Wednesday, October 31, 2007

NFR

More pontificating on the matter of who should or shouldn't be resuscitated, and more importantly who makes the decision.
Frankly, and I'm thinking my opinion will verge on the wrong side of 'PC', it seems like a big ol' storm in a teacup to me. But the public do worry a great deal about it. Fair enough, I guess. There seems to be an over-riding fear that one will go into hospital, and be written off as a no-hoper by a wet behind the ears junior staff member, possibly just so they don't have to get up in the middle of the night and jump up and down on you.
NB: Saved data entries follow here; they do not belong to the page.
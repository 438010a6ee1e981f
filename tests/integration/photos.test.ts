/**
 * The widget's photo pipeline end to end against the real database and the S3 stand-in over HTTP:
 * the endpoints hand out presigned POSTs, the test uploads like a browser, and the server checks,
 * rewrites or refuses what arrived.
 */
import { randomBytes, randomUUID } from 'node:crypto';
import { afterAll, beforeAll, describe, expect, test } from 'vitest';
import type { MikroORM } from '@mikro-orm/postgresql';
import sharp from 'sharp';
import { getOrm } from '../../src/lib/server/boot/orm';
import { Company } from '../../src/lib/server/companies/company.entity';
import { issueFormToken } from '../../src/lib/server/embed/form-token';
import { LeadPhoto } from '../../src/lib/server/photos/lead-photo.entity';
import { attachDraftPhotos, photoLinks, photosOfLead } from '../../src/lib/server/photos/lead-photo.service';
import { getObjectBuffer, headObject } from '../../src/lib/server/storage/s3';
import { POST as requestPhoto } from '../../src/pages/api/embed/[slug]/photos/index';
import { POST as completePhoto } from '../../src/pages/api/embed/[slug]/photos/[id]/complete';
import { DELETE as deletePhoto } from '../../src/pages/api/embed/[slug]/photos/[id]/index';
import { callRoute } from '../helpers/api-route';
import { buildLead } from '../helpers/factories';
import { uploadLikeABrowser } from '../helpers/browser-upload';
import {
  containsOurGpsSeconds,
  elfExecutable,
  htmlPage,
  hugePixelPng,
  sidewaysPhoneJpeg,
  sixteenMegabyteFile,
  smallPng,
  smallWebp,
  svgWithScript,
  truncatedJpeg,
  twelveMegapixelJpeg,
  windowsExecutable,
} from '../helpers/photo-files';

const MiB = 1024 * 1024;
const NOT_A_PHOTO = "This file isn't a photo we can use. JPEG, PNG or WebP, please.";

let orm: MikroORM;
let firm: Company;
let otherFirm: Company;

beforeAll(async () => {
  orm = await getOrm();
  const em = orm.em.fork();
  const suffix = randomBytes(4).toString('hex');
  firm = em.create(Company, { slug: `photo-firm-${suffix}`, name: 'Photo Test Joinery' });
  otherFirm = em.create(Company, { slug: `photo-other-${suffix}`, name: 'Other Test Wallworks' });
  await em.flush();
});

afterAll(async () => {
  await orm.em.fork().nativeDelete(Company, { id: { $in: [firm.id, otherFirm.id] } });
  await orm.close();
});

/** Each test gets its own network address so the per-address limit never couples tests. */
const address = () => `198.51.100.${Math.floor(Math.random() * 250) + 1}-${randomBytes(3).toString('hex')}`;

type FileFacts = { name: string; size: number; type: string };

function widget(company: Company, token = issueFormToken(company.id).token, clientAddress = address()) {
  const slug = company.slug;
  return {
    token,
    request: (file: FileFacts, body: Record<string, unknown> = { formToken: token, ...file }) =>
      callRoute(requestPhoto, { method: 'POST', path: `/api/embed/${slug}/photos`, params: { slug }, body, em: orm.em.fork(), clientAddress }),
    complete: (id: string, formToken = token) =>
      callRoute(completePhoto, {
        method: 'POST',
        path: `/api/embed/${slug}/photos/${id}/complete`,
        params: { slug, id },
        body: { formToken },
        em: orm.em.fork(),
        clientAddress,
      }),
    remove: (id: string, formToken = token) =>
      callRoute(deletePhoto, {
        method: 'DELETE',
        path: `/api/embed/${slug}/photos/${id}`,
        params: { slug, id },
        body: { formToken },
        em: orm.em.fork(),
        clientAddress,
      }),
    /** Request, upload and complete one file; answers every step. */
    async send(bytes: Buffer, { name = 'photo.jpg', type = 'image/jpeg', declaredSize = bytes.length } = {}) {
      const asked = await this.request({ name, size: declaredSize, type });
      expect(asked.status).toBe(201);
      const ticket = (await asked.json()) as { photo: { id: string }; upload: { url: string; fields: Record<string, string> } };
      const uploaded = await uploadLikeABrowser(ticket.upload, bytes, { name, type });
      expect(uploaded.ok).toBe(true);
      const completed = await this.complete(ticket.photo.id);
      return { ticket, completed, body: (await completed.json()) as Record<string, any> };
    },
  };
}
That could never happen, right?

Not any more. God forbid we give our junior staff any responsibility. Or assume that they have any nous at all, after six years of medical training.

And now they want to let nurses make the decision...

Fine. Good. Why shouldn't they? It has been my experience that people who shouldn't be making important clinical decisions generally don't want to.

I guess times are always changing, but one of the bigger differences between the way doctors and nurses function, in this country at least, seems to be the level of inter-professional support. While medics are only too happy to moan about each other, often to each other's faces, or behind their backs, if necessary, we usually back each others decisions to the public. Nurses, on the other hand seem to distrust each other, and rarely seem to stand together; on anything.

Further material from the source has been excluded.